Some musings on the Zapata trial and other things

So between keeping up with papers and wondering why I'm still in school *blink* I followed the Zapata trial mostly via Twitter & blogs. You see, when it comes to, say, a trans woman being murdered or a black teenager being beaten by cops, my first question is usually, "I wonder where CNN is!"

That is to say, is the MSM on this yet?

Notice it's not a QUESTION but rather an exclamation because we know damn well where the mainstream media is, as in, not covering that shit. So rather than bother with it I just kept up through alternate media.

So I kept up with it as best I could and of course I was happy yesterday to see that Angie Zapata's killer Allen Andrade wouldn't be seeing the outside world for quite a time. As is right.

BUT

because we can't have Happy Fun Time here for too long, I still had some reservations about such a victory. Most notably the "trans panic" defense put together by Andrade's team that basically amounted to, well, she wasn't really a woman and she shouldn't have been lying and tricking people! They went so far as to refer to her as an "it" rather than a she. Which just showed a total lack of respect for the victim and I don't CARE if that's your job to defend this man, that was pretty fucked up.

My other nitpick, less related to the trial is that I hate how marginalized bodies only seem to exist when they're dead. And not just ONE dear black person or one dead lesbian, but...several. Isn't that sick? You have to die in mass quantities to get noticed otherwise it's just one more dead _______ again. Then again, you can look at the Remembering Our Dead list and wonder, "Uhh so where's the coverage on all THAT?" And I have no idea...

Other things

So another 11 year old boy committed suicide this week over anti-gay bullying. And I'm left wondering how many children have to die before we start taking bullying in schools seriously. Oh I'm sure some schools take it quite seriously but NOT ENOUGH DO it seems.

And once again I'm seeing blame being passed off to the children as if they come out of the womb like this. No. No. I say again, it's not them, it's US. We're fucking them up by teaching them that being gay is wrong and girls should do this and boys should do that and so on and so on, and if you're not THIS then you need correcting and fixing. We teach them by example and our examples suck HARD. This is NOT an isolated incident and suicide is NOT alien to children as young as 8 years old. To them it's an option, a way out of a life of pain.

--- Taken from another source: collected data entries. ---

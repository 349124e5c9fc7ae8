import { beforeEach, describe, expect, it } from "vitest";
import { computeTakeoff } from "../../shared/engine/takeoff";
import { JOB_STATUSES } from "../../shared/schemas/job";
import type { RoofDocument } from "../../shared/schemas/roof";
import { seedDemoJobs, type DemoUser } from "../../server/db/seeders/demo-jobs";
import { Customer, Job, JobCrew, Roof } from "../../server/models/index";
import { rulesForCompany } from "../../server/services/price-book-rules";
import { buildCompany, buildUser } from "../helpers/factories";
import { testSequelize, truncateAll } from "../helpers/db";

beforeEach(truncateAll);

async function demoCompany() {
  const company = await buildCompany("Demo Roofing");
  const users: DemoUser[] = [];
  for (const [role, email] of [["owner", "owner-demo@example.com"], ["estimator", "estimator-demo@example.com"], ["crew", "crew@example.com"]] as const) {
    const u = await buildUser({ companyId: company.id, role, email });
    users.push({ id: u.id, email: u.email, name: u.name, role });
  }
  return { company, users };
}

describe("seedDemoJobs", () => {
  it("seeds a dozen or more invented customers and jobs in every status, with roofs past lead, every spacer kind and partial crew assignment", async () => {
    const { company, users } = await demoCompany();
    expect(await seedDemoJobs(testSequelize(), company.id, users)).toBe(true);

    const customers = await Customer.findAll({ where: { companyId: company.id } });
    expect(customers.length).toBeGreaterThanOrEqual(12);
    expect(customers.every((c) => c.email!.endsWith("@example.com"))).toBe(true);

    const jobs = await Job.findAll({ where: { companyId: company.id } });
    expect(new Set(jobs.map((j) => j.status))).toEqual(new Set(JOB_STATUSES));
    // Each customer dates from their first job, not from the moment of seeding.
    for (const c of customers) {
      const theirs = jobs.filter((j) => j.customerId === c.id);
      if (!theirs.length) continue;
      expect(c.createdAt.getTime()).toBe(Math.min(...theirs.map((j) => j.createdAt.getTime())));
      expect(c.updatedAt.getTime()).toBeLessThan(Date.now() - 86_400_000);
    }

    const roofs = await Roof.findAll({ where: { companyId: company.id } });
    const roofByJob = new Map(roofs.map((r) => [r.jobId, r]));
    const spacerKinds = new Set<string>();
    const rules = await rulesForCompany(company.id);
    for (const job of jobs) {
      const roof = roofByJob.get(job.id);
      if (job.status === "lead") continue;
      expect(roof, `job ${job.id} (${job.status}) has a roof`).toBeDefined();
      const doc = roof!.document as RoofDocument;
      expect(doc.planes.length).toBeGreaterThanOrEqual(3);
      for (const s of doc.stacks) spacerKinds.add(s.spacer.kind === "battens" && s.spacer.battens.counterBattens ? "counter-battens" : s.spacer.kind);
      // The stored takeoff is the engine's result for the stored roof and site.
      const out = computeTakeoff({ site: job.site, planes: doc.planes, stacks: doc.stacks, defaultStackId: doc.defaultStackId, rules });
      expect(out.ok).toBe(true);
      if (out.ok) {
        expect(roof!.takeoff).toEqual(JSON.parse(JSON.stringify(out.result)));
        expect(Number(job.squares)).toBeCloseTo(out.result.totals.squares, 2);
        // The demo geometry is clean: no planes meeting at mismatched heights.
        expect(out.result.advisories.map((a: { code: string }) => a.code)).not.toContain("shared-edge-height-mismatch");
      }
    }
    expect(spacerKinds).toEqual(new Set(["none", "battens", "counter-battens", "mesh", "dimpled"]));
    expect(jobs.filter((j) => j.status !== "lead").every((j) => roofByJob.has(j.id))).toBe(true);

    const crew = users.find((u) => u.role === "crew")!;
    const assigned = await JobCrew.count({ where: { userId: crew.id } });
    expect(assigned).toBeGreaterThan(0);
    expect(assigned).toBeLessThan(jobs.length);
  });

  it("leaves a company that already has customers alone", async () => {
    const { company, users } = await demoCompany();
    await seedDemoJobs(testSequelize(), company.id, users);
    const before = await Job.count();
    expect(await seedDemoJobs(testSequelize(), company.id, users)).toBe(false);
    expect(await Job.count()).toBe(before);
  });
});
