describe("POST /api/jobs/:id/attachments", () => {
  it("stores a real photo, records its size, makes a 320 px JPEG thumbnail and answers 201", async () => {
    const { agent, token, job, user } = await office();
    const img = await jpeg(1600, 1200);
    const res = await agent
      .post(`/api/jobs/${job.id}/attachments`)
      .set("X-CSRF-Token", token)
      .field("caption", "North slope before tear-off")
      .attach("file", img, { filename: "IMG_0001.jpg", contentType: "image/jpeg" });
    expect(res.status).toBe(201);
    expect(res.body.data).toHaveLength(1);
    const a = res.body.data[0];
    expect(a).toMatchObject({
      jobId: job.id,
      kind: "photo",
      originalName: "IMG_0001.jpg",
      mime: "image/jpeg",
      size: img.length,
      width: 1600,
      height: 1200,
      caption: "North slope before tear-off",
      showInProposal: false,
      forCrew: false,
      status: "ready",
      uploadedBy: { id: user.id, name: user.name },
    });
    expect(a.thumbUrl).toMatch(new RegExp(`^/api/attachments/${a.id}/thumb`));

    const thumb = await agent.get(a.thumbUrl).buffer(true).expect(200);
    expect(thumb.headers["content-type"]).toBe("image/jpeg");
    const meta = await sharp(thumb.body as Buffer).metadata();
    expect(meta.format).toBe("jpeg");
    expect(Math.max(meta.width!, meta.height!)).toBe(320);
    expect(meta.width! / meta.height!).toBeCloseTo(4 / 3, 1);

    const file = await agent.get(a.fileUrl).buffer(true).expect(200);
    expect(Buffer.compare(file.body as Buffer, img)).toBe(0);
    expect(file.headers["content-type"]).toBe("image/jpeg");
    expect(file.headers["x-content-type-options"]).toBe("nosniff");
    expect(file.headers["content-disposition"]).toBe(`inline; filename="IMG_0001.jpg"; filename*=UTF-8''IMG_0001.jpg`);
  });

  it("takes several files at once: photos, a PDF and a CSV, each typed from its content", async () => {
    const { agent, token, job } = await office("owner");
    const res = await agent
      .post(`/api/jobs/${job.id}/attachments`)
      .set("X-CSRF-Token", token)
      .attach("file", await png(), "ridge.png")
      .attach("file", PDF, "plans.pdf")
      .attach("file", Buffer.from("name,pitch,shape\nA,6,rectangle\n"), "planes.csv")
      .attach("file", Buffer.from("Gate code 4411. Dog in the yard."), "notes.txt");
    expect(res.status).toBe(201);
    expect(res.body.data.map((a: { kind: string; mime: string; thumbUrl: string | null }) => [a.kind, a.mime, a.thumbUrl !== null])).toEqual([
      ["photo", "image/png", true],
      ["document", "application/pdf", false],
      ["csv", "text/csv", false],
      ["document", "text/plain", false],
    ]);
    const list = await agent.get(`/api/jobs/${job.id}/attachments`).expect(200);
    expect(list.body.meta.total).toBe(4);
    const csv = res.body.data[2];
    const dl = await agent.get(csv.fileUrl).expect(200);
    expect(dl.headers["content-type"]).toBe("text/csv; charset=utf-8");
    expect(dl.headers["content-disposition"]).toMatch(/^attachment; /);
  });

  it("files a PDF as a plan when kind=plan", async () => {
    const { agent, token, job } = await office();
    const res = await agent.post(`/api/jobs/${job.id}/attachments`).set("X-CSRF-Token", token).field("kind", "plan").attach("file", PDF, "A-101.pdf");
    expect(res.status).toBe(201);
    expect(res.body.data[0]).toMatchObject({ kind: "plan", mime: "application/pdf" });
  });

  it("refuses a file over the size limit with 413 and a message, storing nothing", async () => {
    const { agent, token, job } = await office("estimator", createTestApp({ uploads: { storageDir: testStorage().dir, maxBytes: 2_000 } }));
    const res = await agent
      .post(`/api/jobs/${job.id}/attachments`)
      .set("X-CSRF-Token", token)
      .attach("file", await noisyJpeg(), "big.jpg");
    expect(res.status).toBe(413);
    expect(res.body.error).toEqual({ code: "file_too_large", message: "Each file may be at most 2 KB; nothing was uploaded" });
    expect(await countRows("attachments")).toBe(0);
  });

  it("refuses 11 files in one request with 413", async () => {
    const { agent, token, job } = await office();
    const img = await png(8, 8);
    let req = agent.post(`/api/jobs/${job.id}/attachments`).set("X-CSRF-Token", token);
    for (let i = 0; i < 11; i++) req = req.attach("file", img, `p${i}.png`);
    const res = await req;
    expect(res.status).toBe(413);
    expect(res.body.error).toEqual({ code: "too_many_files", message: "At most 10 files per upload; nothing was uploaded" });
    expect(await countRows("attachments")).toBe(0);
  });

  it("refuses HTML named .png (and claimed as image/png) with 415", async () => {
    const { agent, token, job } = await office();
    const res = await agent
      .post(`/api/jobs/${job.id}/attachments`)
      .set("X-CSRF-Token", token)
      .attach("file", Buffer.from("<!doctype html><html><script>alert(document.cookie)</script></html>"), { filename: "roof.png", contentType: "image/png" });
    expect(res.status).toBe(415);
    expect(res.body.error.code).toBe("unsupported_type");
    expect(res.body.error.message).toMatch(/"roof\.png" contains HTML/);
    expect(await countRows("attachments")).toBe(0);
    expect(readdirSync(testStorage().dir, { recursive: true }).filter((f) => String(f).includes(".png"))).toEqual([]);
  });

  it("refuses content of a type that is not allowed (a GIF, a ZIP) and text named .pdf with 415", async () => {
    const { agent, token, job } = await office();
    const gif = await sharp({ create: { width: 4, height: 4, channels: 3, background: "red" } }).gif().toBuffer();
    const a = await agent.post(`/api/jobs/${job.id}/attachments`).set("X-CSRF-Token", token).attach("file", gif, "photo.jpg");
    expect(a.status).toBe(415);
    expect(a.body.error.message).toMatch(/GIF file \(image\/gif\)/);
    const zip = Buffer.from("504b0304140000000000", "hex");
    const b = await agent.post(`/api/jobs/${job.id}/attachments`).set("X-CSRF-Token", token).attach("file", Buffer.concat([zip, Buffer.alloc(40)]), "plans.zip");
    expect(b.status).toBe(415);
    const c = await agent.post(`/api/jobs/${job.id}/attachments`).set("X-CSRF-Token", token).attach("file", Buffer.from("just text"), "plans.pdf");
    expect(c.status).toBe(415);
    expect(c.body.error.message).toMatch(/named \.pdf but contains text/);
  });

  it("refuses the whole request when one of several files is refused", async () => {
    const { agent, token, job } = await office();
    const before = readdirSync(testStorage().dir, { recursive: true }).length;
    const res = await agent
      .post(`/api/jobs/${job.id}/attachments`)
      .set("X-CSRF-Token", token)
      .attach("file", await png(), "ok.png")
      .attach("file", Buffer.from("<svg onload=alert(1)>"), "evil.png");
    expect(res.status).toBe(415);
    expect(await countRows("attachments")).toBe(0);
    expect(readdirSync(testStorage().dir, { recursive: true })).toHaveLength(before);
  });

  it("stores a path-traversal file name under a generated key and keeps only a clean display name", async () => {
    const { agent, token, job, user } = await office();
    const img = await png();
    const { body, type } = multipart([{ name: "file", filename: "../../../etc/cron.d/x<evil>.png", type: "image/png", data: img }]);
    const res = await agent.post(`/api/jobs/${job.id}/attachments`).set("X-CSRF-Token", token).set("Content-Type", type).send(body);
    expect(res.status).toBe(201);
    const a = res.body.data[0];
    expect(a.originalName).toBe("xevil.png");
    const row = await Attachment.findByPk(a.id);
    expect(row!.storageKey).toMatch(new RegExp(`^${user.companyId}/[0-9a-f]{8}-[0-9a-f]{4}-[0-9a-f]{4}-[0-9a-f]{4}-[0-9a-f]{12}$`));
    expect(existsSync(storedPath(row!.storageKey))).toBe(true);
    const everything = readdirSync(path.dirname(testStorage().dir), { recursive: true }).map(String);
    expect(everything.filter((f) => f.includes("evil") || f.endsWith("cron.d"))).toEqual([]);
    const file = await agent.get(a.fileUrl).expect(200);
    expect(file.headers["content-disposition"]).toBe(`inline; filename="xevil.png"; filename*=UTF-8''xevil.png`);
  });

  it("sends a non-ASCII name as RFC 5987 filename* with an ASCII fallback", async () => {
    const { agent, token, job } = await office();
    const { body, type } = multipart([{ name: "file", filename: "Façade «sud».png", type: "image/png", data: await png() }]);
    const res = await agent.post(`/api/jobs/${job.id}/attachments`).set("X-CSRF-Token", token).set("Content-Type", type).send(body);
    expect(res.status).toBe(201);
    expect(res.body.data[0].originalName).toBe("Façade «sud».png");
    const file = await agent.get(res.body.data[0].fileUrl).expect(200);
    expect(file.headers["content-disposition"]).toBe(
      `inline; filename="Fa_ade _sud_.png"; filename*=UTF-8''Fa%C3%A7ade%20%C2%ABsud%C2%BB.png`,
    );
  });

  it("answers 404 for another company's job, storing nothing", async () => {
    const { agent, token } = await office();
    const other = await buildJob();
    const res = await agent.post(`/api/jobs/${other.id}/attachments`).set("X-CSRF-Token", token).attach("file", await png(), "a.png");
    expect(res.status).toBe(404);
    expect(res.body.error.code).toBe("not_found");
    expect(await countRows("attachments")).toBe(0);
  });

  it("answers 404 to crew on a job they are not assigned to", async () => {
    const { agent, token, job } = await crewOn(false);
    const res = await agent.post(`/api/jobs/${job.id}/attachments`).set("X-CSRF-Token", token).attach("file", await png(), "a.png");
    expect(res.status).toBe(404);
    expect((await agent.get(`/api/jobs/${job.id}/attachments`)).status).toBe(404);
  });

  it("lets crew upload a photo to their assigned job (shared with the crew)", async () => {
    const { agent, token, job } = await crewOn(true);
    const res = await agent.post(`/api/jobs/${job.id}/attachments`).set("X-CSRF-Token", token).attach("file", await jpeg(), "flashing.jpg");
    expect(res.status).toBe(201);
    expect(res.body.data[0]).toMatchObject({ kind: "photo", forCrew: true, status: "ready" });
  });

  it("refuses crew a PDF (403) and a plan (403)", async () => {
    const { agent, token, job } = await crewOn(true);
    const pdf = await agent.post(`/api/jobs/${job.id}/attachments`).set("X-CSRF-Token", token).attach("file", PDF, "plans.pdf");
    expect(pdf.status).toBe(403);
    expect(pdf.body.error.message).toMatch(/Crew can upload photos only/);
    const plan = await agent.post(`/api/jobs/${job.id}/attachments`).set("X-CSRF-Token", token).field("kind", "plan").attach("file", await png(), "a.png");
    expect(plan.status).toBe(403);
    expect(await countRows("attachments")).toBe(0);
  });

  it("answers 401 signed out and 403 without the CSRF token", async () => {
    const { agent, job } = await office();
    expect((await agent.post(`/api/jobs/${job.id}/attachments`).attach("file", await png(), "a.png")).status).toBe(403);
    const anon = (await import("supertest")).default(createTestApp());
    const csrf = await anon.get("/api/auth/csrf");
    const res = await anon
      .post(`/api/jobs/${job.id}/attachments`)
      .set("Cookie", csrf.headers["set-cookie"] ?? [])
      .set("X-CSRF-Token", csrf.body.token)
      .attach("file", await png(), "a.png");
    expect(res.status).toBe(401);
  });

  it("answers 400 without a file", async () => {
    const { agent, token, job } = await office();
    const res = await agent.post(`/api/jobs/${job.id}/attachments`).set("X-CSRF-Token", token).field("caption", "x");
    expect(res.status).toBe(400);
    expect(res.body.error.fields).toEqual({ file: "Choose at least one file" });
  });

  it("converts a HEIC photo to JPEG in the background: processing, then ready with a thumbnail", async () => {
    const out = await jpeg(400, 300);
    heic.convert.mockResolvedValue(out);
    const { agent, token, job } = await office();
    const res = await agent.post(`/api/jobs/${job.id}/attachments`).set("X-CSRF-Token", token).attach("file", heicHeader(), "IMG_2001.HEIC");
    expect(res.status).toBe(201);
    expect(res.body.data[0]).toMatchObject({ kind: "photo", status: "processing", mime: "image/heic", thumbUrl: null });
    const a = await settled(agent, job.id, res.body.data[0].id);
    expect(a).toMatchObject({ status: "ready", mime: "image/jpeg", originalName: "IMG_2001.jpg", width: 400, height: 300, size: out.length, error: null });
    expect(heic.convert).toHaveBeenCalledWith(expect.objectContaining({ format: "JPEG" }));
    const file = await agent.get(a.fileUrl).buffer(true).expect(200);
    expect(file.headers["content-type"]).toBe("image/jpeg");
    expect(Buffer.compare(file.body as Buffer, out)).toBe(0);
    expect((await agent.get(a.thumbUrl)).status).toBe(200);
  });

  it("marks a HEIC photo failed with a clear message when conversion fails", async () => {
    heic.convert.mockRejectedValue(new Error("unsupported codec"));
    const { agent, token, job } = await office();
    const res = await agent.post(`/api/jobs/${job.id}/attachments`).set("X-CSRF-Token", token).attach("file", heicHeader(), "IMG_2002.heic");
    expect(res.status).toBe(201);
    const a = await settled(agent, job.id, res.body.data[0].id);
    expect(a.status).toBe("failed");
    expect(a.error).toMatch(/could not be converted.*JPEG/);
    expect(a.thumbUrl).toBeNull();
  });
});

It's the parents, and it's the schools. I've seen way too often schools either just ignore at-risk or troubled students outright or give them really half-assed attention. Hell, when I was in middle school desperately trying to kill myself my guidance counselors and school officials just smiled at me and told me I was "kidding". Really, is that the message you want to pass on, that lives are a joke?

But don't we do that anyway? Continuously prove that some lives really ARE worth less than others? Do we really care as a society, not just little niche groups, about what we're REALLY saying when we don't prosecute a hate crime fully or fairly, or when we clearly value some students over others?

It really is a problem, but the question is, as ever, what do we do about it?